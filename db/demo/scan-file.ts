import type { ScanPoint } from '@/lib/inversion/index';
import type { ScanState } from './scan-states';
import type { DemoScan } from './types';

const DELIMITER = { comma: ',', semicolon: ';', blanks: '   ' } as const;
const HEADINGS = {
  fraction: ['energy_keV', 'diamagnetic_fraction', 'sigma'],
  rate: ['energy_keV', 'capture_rate_per_us', 'sigma_per_us'],
} as const;
const FIRST_RUN = 1001;

/** The file of a scan as the beam line's people would have written it, and how it is read back. */
export function scanFile(
  { key, dress, observable }: ScanState,
  points: readonly ScanPoint[],
): Pick<DemoScan, 'file' | 'reading'> {
  const decimal = dress === 'semicolon' ? 'comma' : 'point';
  const number = (value: number) =>
    decimal === 'comma' ? String(value).replace('.', ',') : String(value);
  const rows = points.map(({ energyKeV, value, sigma }, index) => [
    ...[energyKeV, Number(value.toFixed(4)), sigma].map(number),
    `R${FIRST_RUN + index}`,
  ]);
  const table = [[...HEADINGS[observable], 'run'], ...rows].map((row) =>
    row.join(DELIMITER[dress]),
  );
  const text = ['# invented numbers of the demo team', ...table, ''].join('\n');
  return {
    file: { fileName: `${key}.${dress === 'blanks' ? 'txt' : 'csv'}`, text },
    reading: {
      delimiter: dress,
      decimal,
      columns: { energy: 0, value: 1, sigma: 2, note: 3, counts: null },
      energyUnit: 'keV',
      asymmetry: null,
      skipLines: [],
    },
  };
}
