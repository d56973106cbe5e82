import erfc from '@stdlib/math-base-special-erfc';
import { describe, expect, it } from 'vitest';
import {
  MATERIALS,
  calibrationErrors,
  captureCoefficient,
  carrierProfile,
  fit,
  foldScan,
  prepareFit,
  runChecks,
  simulateScan,
  thermalVelocity,
  valuesOf,
  type FitInput,
} from '@/lib/inversion/index';
import { answerOf, fractionInput, heldAt, rateInput } from './support/scans';

const exact = (value: number) => ({ value, sigma: 0 });
const EDGE = { edgeDepthNm: 75, edgeWidthNm: 14, levelTop: 0.74, levelBulk: 0.32 };

function saturating(halfPerCm3: number, change: Partial<FitInput> = {}): FitInput {
  return fractionInput(
    {
      response: { kind: 'saturating-fraction', halfPerCm3, halfSigmaPerCm3: null },
      carriers: { bulkPerCm3: 1e17, bulkSigmaPerCm3: null, topPerCm3: null },
      ...change,
    },
    0.003,
  );
}

/** The input with points simulated from itself. */
function measured(input: FitInput, values: typeof EDGE, seed = 1): FitInput {
  return { ...input, points: simulateScan({ input, values, seed }) };
}

describe('the capture coefficient from a cross-section', () => {
  // Source: mean speed of a Maxwell distribution, √(8kT/πm); CODATA 2022 constants, worked out by hand: electrons of free mass at
  // 300 K move at 1.076e7 cm/s (Sze, Physics of Semiconductor Devices, states about 1e7 cm/s for 300 K).
  it('uses the mean thermal speed', () => {
    const free = thermalVelocity({ effectiveMass: exact(1), temperatureK: exact(300) });
    expect(free.value).toBeCloseTo(
      100 * Math.sqrt((8 * 1.380649e-23 * 300) / (Math.PI * 9.1093837139e-31)),
      3,
    );
    expect(free.value / 1.0761e7).toBeCloseTo(1, 3);
  });

  it('is γ = σ_c·v_th with its uncertainty', () => {
    const { value, sigma } = captureCoefficient({
      crossSectionCm2: { value: 5e-14, sigma: 5e-15 },
      effectiveMass: { value: MATERIALS.Ge.holeMass.value, sigma: 0.033 },
      temperatureK: exact(200),
    });
    const speed = 1.0761e7 * Math.sqrt(200 / 300 / 0.33);
    expect(value / (5e-14 * speed)).toBeCloseTo(1, 3);
    // 10 % of the cross-section and half of 10 % of the mass.
    expect(sigma / value).toBeCloseTo(Math.hypot(0.1, 0.05), 6);
  });

  it('refuses what cannot be', () => {
    const input = {
      crossSectionCm2: exact(1e-14),
      effectiveMass: exact(0.3),
      temperatureK: exact(200),
    };
    for (const name of ['crossSectionCm2', 'effectiveMass', 'temperatureK'] as const)
      expect(() => captureCoefficient({ ...input, [name]: exact(-1) })).toThrow(
        expect.objectContaining({ code: 'bad-number' }),
      );
  });
});

describe('the saturating fraction', () => {
  it('is the two-level fraction where p_half lies far above every concentration', () => {
    const far = foldScan(prepareFit(saturating(1e25)), EDGE);
    const plain = foldScan(prepareFit(fractionInput()), EDGE);
    far.forEach((value, i) => expect(Math.abs(value - plain[i]!)).toBeLessThan(1e-7));
  });

  // F = F_pop + (F_free − F_pop)/(1 + p/p_half) written out for one thin stop; levels at s = 0 and 1 fix F_free and F_pop.
  it('has half of its contrast where p crosses p_half, in front of the edge of the carriers', () => {
    const input = saturating(1e16);
    const shift = (edge: number): number[] => [
      ...foldScan(prepareFit(input), { ...EDGE, edgeDepthNm: edge }),
    ];
    const plain = [...foldScan(prepareFit(fractionInput()), { ...EDGE, edgeDepthNm: 75 })];
    // g(s) = ½ at s = 1/(2 + K), K = 10: 1.38 widths in front of the middle of the edge.
    const distance = (edge: number): number =>
      shift(edge).reduce((sum, value, i) => sum + (value - plain[i]!) ** 2, 0);
    const edges = Array.from({ length: 61 }, (_, k) => 75 + k);
    const best = edges.reduce((a, b) => (distance(b) < distance(a) ? b : a));
    expect(best - 75).toBeGreaterThan(14);
    expect(best - 75).toBeLessThan(26);
  });

  it('gives the edge of the carriers back, and the concentration', () => {
    const input = measured(saturating(1e16), EDGE, 4);
    const prepared = prepareFit(input);
    const answer = answerOf(fit(prepared));
    const edge = answer.parameters[0]!;
    expect(Math.abs(edge.value - 75) / edge.sigma!).toBeLessThan(3);
    const profile = carrierProfile(prepared, answer);
    expect(profile.unit).toBe('cm⁻³');
    const { edgeDepthNm, edgeWidthNm, levelTop, levelBulk } = valuesOf(answer);
    // p(x) = p_bulk·Φ((x − W)/w), written out. Tolerance: the table of Φ is good to 1e-11.
    for (const { depthNm, value } of profile.points) {
      const share = erfc((edgeDepthNm! - depthNm) / edgeWidthNm! / Math.SQRT2) / 2;
      expect(Math.abs(value / 1e17 - share)).toBeLessThan(1e-9);
    }
    // F falls by (F_free − F_pop)/p_half per carrier where there are none, and the levels span 10/11 of F_free − F_pop.
    const poor = foldScan(prepared, { ...valuesOf(answer), levelTop: 1, levelBulk: 0 });
    const slope = ((levelTop! - levelBulk!) * 11) / 10 / 1e16;
    expect(profile.floor! / (0.003 / (Math.max(...poor) * slope))).toBeCloseTo(1, 9);
    const checks = runChecks(prepared, answer, profile);
    // The concentrations bend the edge, so that its depth and width go together; all else is sound.
    expect(checks.filter(({ state }) => state !== 'fine').map(({ id }) => id)).toEqual([
      'correlation',
    ]);
    const stated = (id: string, words: RegExp): number =>
      Number(words.exec(checks.find((check) => check.id === id)!.message)![1]);
    const { covariance } = answer;
    if (!covariance.ok) throw new Error(covariance.reason);
    const strongest = Math.max(
      ...covariance.correlation.flatMap((row, k) => row.slice(0, k).map(Math.abs)),
    );
    expect(Math.abs(stated('correlation', /is (0\.\d+), between/) - strongest)).toBeLessThan(0.006);
    // Depths scale with the stopping calculation: 3 % of it are 3 % of the edge. Three figures are stated.
    const moved = stated('depth-scale', /edge by ([\d.]+) nm/);
    expect(Math.abs(moved - 0.03 * edgeDepthNm!)).toBeLessThan(0.006);
  });

  it('read as two levels, puts the edge where p crosses p_half instead', () => {
    const input = measured(saturating(1e16), EDGE, 4);
    const plain = answerOf(fit(prepareFit({ ...input, response: { kind: 'two-level' } })));
    expect(plain.parameters[0]!.value).toBeLessThan(65);
  });

  it('needs to know both concentrations', () => {
    const none = { bulkPerCm3: null, bulkSigmaPerCm3: null, topPerCm3: null };
    const refused = (input: FitInput, code: string): void =>
      expect(() => prepareFit(input)).toThrow(expect.objectContaining({ code }));
    refused(saturating(1e16, { carriers: none }), 'no-bulk-concentration');
    refused(saturating(1e16, { polarity: 'accumulation' }), 'no-bulk-concentration');
    refused(saturating(0), 'bad-half-concentration');
    refused(saturating(NaN), 'bad-half-concentration');
    refused(
      saturating(1e16, {
        response: { kind: 'saturating-fraction', halfPerCm3: 1e16, halfSigmaPerCm3: -1 },
      }),
      'bad-half-concentration',
    );
    refused({ ...rateInput(), response: saturating(1e16).response }, 'wrong-response');
  });
});

describe('the uncertainty of a calibration', () => {
  it('of γ scales the profile and moves nothing else, apart from the band', () => {
    const gamma = { kind: 'capture-rate', gammaCm3PerS: 1e-6, baselinePerUs: 0.01 } as const;
    const input = measured(rateInput({ response: { ...gamma, gammaSigmaCm3PerS: 2e-7 } }), {
      ...EDGE,
      levelTop: 0.1,
      levelBulk: 2,
    });
    const prepared = prepareFit(input);
    const answer = answerOf(fit(prepared));
    const [error, ...others] = calibrationErrors(prepared, answer, [10, 75, 150]);
    expect(others).toEqual([]);
    expect(error).toMatchObject({ source: 'capture coefficient' });
    expect(error!.relativeSigma).toBeCloseTo(0.2, 12);
    const value = carrierProfile(prepared, answer, null, { depthsNm: [10, 75, 150] }).points;
    value.forEach((point, k) => {
      expect(error!.low!.profile[k]! / point.value).toBeCloseTo(1 / 0.8, 6);
      expect(error!.high!.profile[k]! / point.value).toBeCloseTo(1 / 1.2, 6);
    });
    expect(error!.high!.values.edgeDepthNm).toBeCloseTo(answer.parameters[0]!.value, 6);
    const silent = prepareFit({ ...input, response: { ...gamma, gammaSigmaCm3PerS: null } });
    const bands = carrierProfile(silent, answerOf(fit(silent)), null, { depthsNm: [10, 75, 150] });
    bands.points.forEach((point, k) => expect(point.upper68).toBeCloseTo(value[k]!.upper68!, -5));
    expect(calibrationErrors(silent, answer)).toEqual([]);
  });

  it('of p_half moves the edge, and of the bulk scales a two-level profile', () => {
    const half = measured(
      saturating(1e16, {
        response: { kind: 'saturating-fraction', halfPerCm3: 1e16, halfSigmaPerCm3: 4e15 },
        carriers: { bulkPerCm3: 1e17, bulkSigmaPerCm3: 1e16, topPerCm3: null },
      }),
      EDGE,
    );
    const prepared = prepareFit(half);
    const answer = answerOf(fit(prepared));
    const errors = calibrationErrors(prepared, answer);
    expect(errors.map(({ source }) => source)).toEqual([
      'half-saturation concentration',
      'bulk concentration',
    ]);
    const edge = answer.parameters[0]!.value;
    const [low, high] = [errors[0]!.low!, errors[0]!.high!].map(
      ({ values }) => values.edgeDepthNm!,
    );
    expect((low! - edge) * (high! - edge)).toBeLessThan(0);
    expect(Math.abs(high! - low!)).toBeGreaterThan(1);
    const plain = prepareFit(
      measured(
        fractionInput(
          { carriers: { bulkPerCm3: 1e17, bulkSigmaPerCm3: 2e17, topPerCm3: null } },
          0.004,
        ),
        EDGE,
      ),
    );
    const [bulk] = calibrationErrors(plain, answerOf(fit(plain)), [150]);
    // One σ below there would be no carriers left.
    expect(bulk!.low).toBeNull();
    expect(bulk!.high!.profile[0]! / 3e17).toBeCloseTo(1, 3);
  });
});

describe('band bending', () => {
  const semiconductor = { relativePermittivity: 16.2, temperatureK: 200, intrinsicPerCm3: 1e10 };
  const bent = (change: Partial<FitInput> = {}): FitInput =>
    rateInput({
      profile: 'band-bending',
      semiconductor,
      carriers: { bulkPerCm3: 2e16, bulkSigmaPerCm3: 2e15, topPerCm3: null },
      ...change,
    });
  const values = { surfacePotentialEv: 0.12, bulkPerCm3: 2e16, levelTop: 0.01, levelBulk: 2 };

  it('gives the bending back, knows the rate without carriers, and tells what the doping does to it', () => {
    const input = { ...bent(), points: simulateScan({ input: bent(), values, seed: 2 }) };
    const prepared = prepareFit(input);
    const answer = answerOf(fit(prepared));
    const [bending, bulk, top] = answer.parameters;
    expect(bending!.name).toBe('surfacePotentialEv');
    expect(Math.abs(bending!.value - 0.12) / bending!.sigma!).toBeLessThan(3);
    expect(bulk).toMatchObject({ name: 'bulkPerCm3', held: true, value: 2e16 });
    expect(top).toMatchObject({ name: 'levelTop', held: true, value: 0.01 });
    const [error] = calibrationErrors(prepared, answer);
    // W² ∝ φ_s/N at a given depth of the carriers: 10 % more doping asks for about 10 % more bending.
    expect(error!.high!.values.surfacePotentialEv! / bending!.value).toBeGreaterThan(1.04);
    expect(error!.high!.values.surfacePotentialEv! / bending!.value).toBeLessThan(1.16);
    const profile = carrierProfile(prepared, answer);
    const checks = runChecks(prepared, answer, profile);
    expect(checks.find(({ id }) => id === 'edge-reach')!.message).toMatch(/half of the bulk at \d/);
    expect(checks.some(({ id }) => id === 'polarity')).toBe(false);
    expect(checks.find(({ id }) => id === 'leave-one-out')!.message).toMatch(
      /band bending moves to .* eV/,
    );
  });

  it('can leave the doping free with a prior', () => {
    const free = bent({
      parameters: { bulkPerCm3: { held: false, value: null, prior: { mean: 2e16, sigma: 3e15 } } },
    });
    const input = { ...free, points: simulateScan({ input: free, values, seed: 2 }) };
    const answer = answerOf(fit(prepareFit(input)));
    const held = answerOf(fit(prepareFit({ ...input, parameters: {} })));
    expect(answer.parameters[1]!.held).toBe(false);
    expect(answer.parameters[0]!.sigma!).toBeGreaterThan(held.parameters[0]!.sigma!);
  });

  it('refuses what it cannot do, saying why', () => {
    const refused = (change: Partial<FitInput>, code: string): void =>
      expect(() => prepareFit(bent(change))).toThrow(expect.objectContaining({ code }));
    refused({ semiconductor: null }, 'no-semiconductor');
    refused({ semiconductor: { ...semiconductor, temperatureK: 0 } }, 'bad-semiconductor');
    refused({ semiconductor: { ...semiconductor, intrinsicPerCm3: NaN } }, 'bad-semiconductor');
    refused(
      { carriers: { bulkPerCm3: null, bulkSigmaPerCm3: null, topPerCm3: null } },
      'no-bulk-concentration',
    );
    refused({ parameters: { surfacePotentialEv: heldAt(-0.1) } }, 'held-out-of-bounds');
    expect(() =>
      prepareFit({
        ...fractionInput(),
        profile: 'band-bending',
        semiconductor,
        polarity: 'accumulation',
      }),
    ).toThrow(expect.objectContaining({ code: 'wrong-response' }));
    expect(() => prepareFit({ ...bent(), profile: 'parabola' as 'sharp' })).toThrow(
      expect.objectContaining({ code: 'unknown-profile' }),
    );
    const prepared = prepareFit(bent());
    expect(() => foldScan(prepared, { ...values, surfacePotentialEv: -0.2 })).toThrow(
      expect.objectContaining({ code: 'bad-value' }),
    );
  });
});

+-------+

What you have to do:
In the data above, which lines have "code"? Report each of them.

Answer space:
        expect.objectContaining({ code: 'bad-number' }),
    const refused = (input: FitInput, code: string): void =>
      expect(() => prepareFit(input)).toThrow(expect.objectContaining({ code }));
    const refused = (change: Partial<FitInput>, code: string): void =>
      expect(() => prepareFit(bent(change))).toThrow(expect.objectContaining({ code }));
    ).toThrow(expect.objectContaining({ code: 'wrong-response' }));
      expect.objectContaining({ code: 'unknown-profile' }),
      expect.objectContaining({ code: 'bad-value' }),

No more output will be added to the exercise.